Agents need to know what a tool does to the world before calling it. Descriptions should go beyond structured annotations to explain consequences.

Conciseness4/5

Is the description appropriately sized, front-loaded, and free of redundancy?

The description is well-structured with clear sections (purpose, behavioral notes, args, returns) and front-loaded with the core action. Every sentence adds value. Minor deduction for using formal 'Args:' and 'Returns:' docstring headers which are slightly less conversational than optimal.

Shorter descriptions cost fewer tokens and are easier for agents to parse. Every sentence should earn its place.

Completeness4/5

Given the tool's complexity, does the description cover enough for an agent to succeed on first attempt?

Given the tool's simplicity (1 parameter) and existence of an output schema, the description is appropriately complete. It proactively enumerates the specific metadata fields returned (architecture, parameter count, etc.), adding value beyond the schema. No critical gaps for this complexity level.

Complex tools with many parameters or behaviors need more documentation. Simple tools need less. This dimension scales expectations accordingly.

Parameters5/5

Does the description clarify parameter syntax, constraints, interactions, or defaults beyond what the schema provides?

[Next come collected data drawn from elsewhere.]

import { readFileSync } from 'node:fs';
import { analyzeGenome, canonicalGenome, dataShapeOf, decodeShard, type ModelArtifactsMessage } from '@netbreeder/shared-types';
import type { RunRecord, RunStore } from '../store/run-store.js';
import { championReport } from './champion-report.js';
import { championReportHtml } from './champion-report-html.js';
import { championTrust } from './champion-trust.js';
import { describePreprocessing } from '../datasets/index.js';
import { inheritanceSummary } from './inheritance-summary.js';
import { preprocessingFileOf } from './preprocessing-file.js';
import { describeChoice, recordedChoice } from './champion-choice.js';
import { ensembleFileNames, ensembleScore } from './ensemble-files.js';
import { howItWasFound } from './explain-lineage.js';
import { referenceComparison } from './reference-comparison.js';
import { macroF1, majorityClassBaseline, perClassFigures } from './class-metrics.js';
import { championTestRegression } from './regression-scores.js';
import { onnxDescription, onnxExportOf, onnxUnavailable } from './onnx-file.js';
import { ONNX_INPUT, ONNX_OPSET, ONNX_OUTPUT } from '../onnx/onnx-export.js';
import { withFitnessNames } from './fitness-names.js';

const labelCache = new Map<string, Int32Array>();

/** The held-out test split's labels of a run (read once from the coordinator's disk). */
function testLabelsOf(run: RunRecord): Int32Array {
  let labels = labelCache.get(run.dataset.testPath);
  if (!labels) {
    labels = decodeShard(readFileSync(run.dataset.testPath)).train.labels;
    labelCache.set(run.dataset.testPath, labels);
  }
  return labels;
}

/** A regression champion's test targets and predictions, both in the target's units (for the report's plots); undefined for a classifier. */
function regressionTestOf(store: RunStore, run: RunRecord): { actual: Float64Array; predicted: readonly number[] } | undefined {
  const target = run.dataset.manifest.target;
  const champion = store.getChampion(run.id);
  if (!target || !champion) return undefined;
  const standardized = decodeShard(readFileSync(run.dataset.testPath)).train.targets;
  return standardized ? { actual: Float64Array.from(standardized, (v) => v * target.std + target.mean), predicted: champion.testPredictions } : undefined;
}

/** counts[true][predicted] over the test split. */
export function confusionMatrix(labels: ArrayLike<number>, predictions: readonly number[], numClasses: number): number[][] {
  const m = Array.from({ length: numClasses }, () => new Array<number>(numClasses).fill(0));
  predictions.forEach((p, i) => {
    const row = m[labels[i]!];
    if (row && p >= 0 && p < numClasses) row[p]!++;
  });
  return m;
}

/** The majority-class baseline of a classification run, from the training split's class counts where the import recorded them. */
function majorityOf(run: RunRecord, confusion: number[][]): { className: string; accuracy: number; countedOn: 'training split' | 'test split' } {
  const train = run.dataset.preparation?.classCounts.train;
  const counts = train ?? confusion.map((row) => row.reduce((a, b) => a + b, 0));
  const { classIndex, accuracy } = majorityClassBaseline(counts, confusion);
  return { className: run.dataset.manifest.classNames[classIndex] ?? String(classIndex), accuracy, countedOn: train ? 'training split' : 'test split' };
}

/** Names of the files a champion export holds, in the order they are written. */
export const CHAMPION_FILES = ['genome.json', 'model.json', 'weights.bin', 'model.onnx', 'preprocessing.json', 'champion.json', 'report.md', 'report.html'] as const;
export type ChampionFileName = (typeof CHAMPION_FILES)[number];

/** What GET /runs/:id/champion returns, and champion.json holds. */
export function championSummary(store: RunStore, run: RunRecord) {
  const champion = store.getChampion(run.id);
  if (!champion) return null;
  const testLabels = testLabelsOf(run);
  const confusion = run.dataset.manifest.target ? [] : confusionMatrix(testLabels, champion.testPredictions, run.dataset.manifest.numClasses);
  const perClass = perClassFigures(confusion);
  const scored = store.events(run.id, 'champion-candidate-scored').map((e) => e.detail);
  const own = scored.find((d) => d.evaluationId === champion.evaluationId);
  const genome = store.getGenome(champion.genomeHash)!;
  const onnxProblem = onnxUnavailable([genome.genome]);
  const championsRound = own?.round ?? 0;
  const source = store.getEvaluation(champion.sourceEvaluationId)!;
  const heldBack = store.getEvaluation(champion.evaluationId)?.job.selectionHoldout;
  // A regression run's fitness, 1 / (1 + standardised RMSE), is named so, never an accuracy.
  const named = (score: number): { accuracy?: number; fitness?: number } => (run.dataset.manifest.target ? { fitness: score } : { accuracy: score });
  return {
    runId: run.id,
    runName: run.name,
    genomeHash: champion.genomeHash,
    summary: genome.summary,
    genome: genome.genome,
    paramCount: genome.params,
    flops: genome.flops,
    /** Median time to classify one sample alone in TensorFlow.js, measured on the coordinator's CPU when it was scored; `onnxRuntime`: the ONNX graph's latency in ONNX Runtime there (one sample, a batch of 32). */
    latency: { msPerSample: own?.latencyMsPerSample ?? null, backend: own?.backend ?? null, onnxRuntime: own?.onnxLatency ?? null },
    /** `model.onnx`: the same network as an ONNX graph (opset, input and output names, what they hold). */
    onnx: onnxProblem ? { file: null, unavailable: onnxProblem } : { file: 'model.onnx', opset: ONNX_OPSET, input: ONNX_INPUT, output: ONNX_OUTPUT, description: onnxDescription(run, 1) },
    /** Regression runs: the predicted column and its training-split scaling (then `validation` and `test` carry `fitness`, the search fitness 1 / (1 + standardised RMSE), instead of `accuracy`, and `regression` the scores to show). */
    target: run.dataset.manifest.target ?? null,
    validation: { ...named(champion.valAccuracy), loss: source.result?.valLoss ?? null, evaluationId: champion.sourceEvaluationId, regression: source.result?.valRegression ?? null },
    test: {
      ...named(champion.testAccuracy),
      loss: champion.testLoss,
      samples: champion.testPredictions.length,
      /** Rows: true class; columns: predicted class (class order of `settings.dataset.classNames`). Empty for regression. */
      confusion,
      /** Classification: precision, recall, F1 and number of test samples per class (class order of `settings.dataset.classNames`), and their macro F1. */
      perClass,
      macroF1: run.dataset.manifest.target ? null : macroF1(perClass),
      /** Classification: the test accuracy of always predicting the most common class of the training split (of the test split where the training counts were not recorded). */
      majorityClass: run.dataset.manifest.target ? null : majorityOf(run, confusion),
      /** Regression: RMSE, MAE, R² in the target's units and the RMSE of always predicting the training mean. */
      regression: championTestRegression(store, run.id, champion.evaluationId).testRegression ?? null,
    },
    finalTraining: {
      evaluationId: champion.evaluationId,
      epochs: champion.result.epochsRun,
      seconds: champion.result.trainSeconds,
      backend: champion.result.backend,
      workerId: champion.result.workerId,
      data: heldBack ? `train + validation, less the ${heldBack} validation samples held back for the check against the reference network` : 'train + validation',
      /** How its weights started: from those its search training ended with (`champion.warmStart`; kind `parent-weights`) or fresh; null in results from before the record. */
      start: champion.result.start ?? null,
      /** Which rule set the epochs (run file, learning curve, the search training's budget), in words; null for runs from before the record. */
      length: store.events(run.id, 'champion-training-length').map((e) => e.detail).filter((d) => d.genomeHash === champion.genomeHash).at(-1) ?? null,
    },
    lineage: store.lineageChain(run.id, champion.genomeHash),
    /** How the champion was chosen: a user's pick, the run's rule, or the best; `sentence` says it in words. */
    choice: (() => {
      const choice = recordedChoice(store, run.id);
      return { ...choice, sentence: describeChoice(choice, run.dataset.manifest.target) };
    })(),
    /** The decisions that produced each genome of the champion's line, in plain words (from the run's decision log). */
    howFound: howItWasFound(store, run.id, champion.genomeHash),
    /** The averaging ensemble, when the run asked for one: its test score beside the champion's, its members and files. */
    ensemble: (() => {
      const score = ensembleScore(store, run.id);
      if (!score) return null;
      return {
        round: score.round ?? 0,
        testAccuracy: score.testAccuracy,
        championTestAccuracy: champion.testAccuracy,
        members: score.members.map((m) => ({ ...m, summary: store.getGenome(m.genomeHash)?.summary ?? '' })),
        files: ensembleFileNames(
          score.members.map((m) => m.position),
          preprocessingFileOf(run) !== null,
          onnxUnavailable(score.members.map((m) => store.getGenome(m.genomeHash)!.genome)) === null,
        ),
      };
    })(),
    /** The best `champion.topK` genomes by validation evidence, as the choice saw them (the round that made the champion). */
    considered: (store.events(run.id, 'champion-candidates')[championsRound]?.detail.considered ?? []).map((k) => ({
      ...k,
      summary: store.getGenome(k.genomeHash)?.summary ?? '',
    })),
    /** The champion's test score beside the run's reference network's, and the plain line that compares them. */
    reference: referenceComparison(store, run.id),
    /** The held-back check of the champion's round (`champion.selectionShare`): which of the search's champion and the reference network was exported, and their scores on the held-back samples; null when there was none. */
    heldBackCheck: store.events(run.id, 'champion-held-back-check').map((e) => e.detail).filter((d) => d.round === championsRound).at(-1) ?? null,
    /** Every genome that got the final training, with its validation (search) and test scores. */
    candidates: scored
      // Only the round that made the champion (a pick after the run finished starts a new one).
      .filter((d) => (d.round ?? 0) === championsRound)
      .map((d) => ({ ...d, summary: store.getGenome(d.genomeHash)?.summary ?? '' })),
    settings: { seed: run.seed, config: run.config, dataset: run.dataset.manifest },
    /** How raw samples must be prepared before they go into the model (what the import fitted). */
    input: run.dataset.preparation ? describePreprocessing(run.dataset.preparation.preprocessing) : 'demo tiles: 16×16 grayscale, pixel values in [0, 1]',
    trainingCurve: champion.result.history,
    /** How the search trainings started (fresh, resumed, continued, inherited), the champion's own included. */
    inheritance: inheritanceSummary(store, run, champion.sourceEvaluationId),
    /** Verification of the champion's search result, quarantined workers, and the run's CPU time and energy. */
    trust: championTrust(store, run, champion),
    /** The export's files; `preprocessing.json` is absent for a run from before its import was recorded. */
    files: CHAMPION_FILES.filter((f) => (f !== 'preprocessing.json' || preprocessingFileOf(run) !== null) && (f !== 'model.onnx' || onnxProblem === null)),
  };
}
export type ChampionSummaryDocument = NonNullable<ReturnType<typeof championSummary>>;

/**
 * champion.json and the answer of GET /runs/:id/champion: the summary, where a regression run's
 * fitnesses (kept in the wire format's `…Accuracy` fields) go by their own name at every depth.
 */
export const championDocument = (summary: ChampionSummaryDocument): unknown => (summary.target ? withFitnessNames(summary) : summary);

/**
 * The content of every file of a champion export: the genome, the trained model in TensorFlow.js
 * layers format (`model.json` with a weights manifest pointing at `weights.bin`), the same model
 * as an ONNX graph (`model.onnx`), how raw input
 * becomes model input (`preprocessing.json`), the scores and a short report. Null when the run has no champion yet.
 */
export function championFiles(store: RunStore, run: RunRecord): Map<ChampionFileName, Buffer> | null {
  const summary = championSummary(store, run);
  const artifactsJson = store.getChampionArtifactsJson(run.id);
  if (!summary || !artifactsJson) return null;
  const artifacts = JSON.parse(artifactsJson) as ModelArtifactsMessage;
  const analysis = analyzeGenome(summary.genome, dataShapeOf(run.dataset.manifest));
  const modelJson = {
    format: 'layers-model',
    generatedBy: 'netbreeder',
    convertedBy: null,
    modelTopology: artifacts.modelTopology,
    weightsManifest: [{ paths: ['weights.bin'], weights: artifacts.weightSpecs }],
  };
  const json = (v: unknown) => Buffer.from(`${JSON.stringify(v, null, 2)}\n`);
  const preprocessing = preprocessingFileOf(run);
  const files = new Map<ChampionFileName, Buffer>([
    ['genome.json', json({ hash: summary.genomeHash, genome: canonicalGenome(summary.genome), layers: analysis.ok ? analysis.analysis.nodes : [] })],
    ['model.json', json(modelJson)],
    ['weights.bin', Buffer.from(artifacts.weightDataBase64, 'base64')],
    ['model.onnx', summary.onnx.file ? onnxExportOf(run, [{ genome: summary.genome, artifacts }]) : Buffer.alloc(0)],
    ['preprocessing.json', json(preprocessing)],
    ['champion.json', json(championDocument(summary))],
    ['report.md', Buffer.from(championReport(summary, analysis.ok ? analysis.analysis.nodes : []))],
    ['report.html', Buffer.from(championReportHtml(summary, analysis.ok ? analysis.analysis.nodes : [], regressionTestOf(store, run)))],
  ]);
  if (!preprocessing) files.delete('preprocessing.json');
  if (!summary.onnx.file) files.delete('model.onnx');
  return files;
}
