import { describe, expect, it } from 'vitest';
import { macroF1, majorityClassBaseline, perClassFigures } from './class-metrics.js';

// A hand-worked example (rows: true class, columns: predicted class):
//          a  b  c
//   a   [  8, 2, 0 ]   support 10
//   b   [  1, 3, 1 ]   support 5
//   c   [  0, 0, 0 ]   support 0, predicted once
const CONFUSION = [
  [8, 2, 0],
  [1, 3, 1],
  [0, 0, 0],
];

describe('per-class figures', () => {
  it('match the hand-computed precision, recall and F1', () => {
    const [a, b, c] = perClassFigures(CONFUSION);
    // a: precision 8/9, recall 8/10, F1 = 2·(8/9)(8/10)/((8/9)+(8/10)) = 16/19
    expect(a!.precision).toBeCloseTo(8 / 9, 12);
    expect(a!.recall).toBeCloseTo(0.8, 12);
    expect(a!.f1).toBeCloseTo(16 / 19, 12);
    expect(a!.support).toBe(10);
    // b: precision 3/5, recall 3/5, F1 3/5
    expect(b).toEqual({ precision: 0.6, recall: 0.6, f1: expect.closeTo(0.6, 12), support: 5 });
    // c: predicted once, never right, no sample: precision 0, recall undefined
    expect(c).toEqual({ precision: 0, recall: null, f1: null, support: 0 });
    expect(macroF1([a!, b!, c!])).toBeCloseTo((16 / 19 + 0.6) / 2, 12);
  });

  it('say a class that is never predicted has no precision, and one never right has F1 0', () => {
    const [x, y] = perClassFigures([
      [0, 4],
      [0, 6],
    ]);
    expect(x).toEqual({ precision: null, recall: 0, f1: null, support: 4 });
    expect(y!.precision).toBeCloseTo(0.6, 12);
    expect(perClassFigures([[0, 1], [1, 0]])[0]).toEqual({ precision: 0, recall: 0, f1: 0, support: 1 });
  });
});

describe('the majority-class baseline', () => {
  it('predicts the most common training class and is scored on the test split', () => {
    // the training split's counts make b the majority; on test, 5 of 15 samples are b
    expect(majorityClassBaseline([30, 40, 5], CONFUSION)).toEqual({ classIndex: 1, accuracy: 5 / 15 });
    // a tie goes to the first class
    expect(majorityClassBaseline([10, 10, 1], CONFUSION)).toEqual({ classIndex: 0, accuracy: 10 / 15 });
  });
});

Schema description coverage is 0%, so the description fully compensates. It provides the parameter name, format specification ('HuggingFace model ID'), a concrete working example ('meta-llama/Llama-3.1-8B-Instruct'), and alternative input format ('local path'), giving complete semantic context for the single parameter.

Input schemas describe structure but not intent. Descriptions should explain non-obvious parameter relationships and valid value ranges.

Purpose5/5

Does the description clearly state what the tool does and how it differs from similar tools?

The description opens with a specific verb-resource combination ('Get model info from HuggingFace') and enumerates scope ('parameters, size, architecture'). It clearly distinguishes this metadata retrieval tool from action-oriented siblings like 'push', 'quantize', and 'evaluate'.

Agents choose between tools based on descriptions. A clear purpose with a specific verb and resource helps agents select the right tool.

Usage Guidelines3/5

Does the description explain when to use this tool, when not to, or what alternatives exist?

The description provides implied usage context ('Lightweight call...No GPU or heavy dependencies required'), indicating when this is appropriate (quick metadata checks). However, it lacks explicit when-not guidance or named alternatives among siblings like 'check' or 'evaluate'.

Agents often have multiple tools that could apply. Explicit usage guidance like "use X instead of Y when Z" prevents misuse.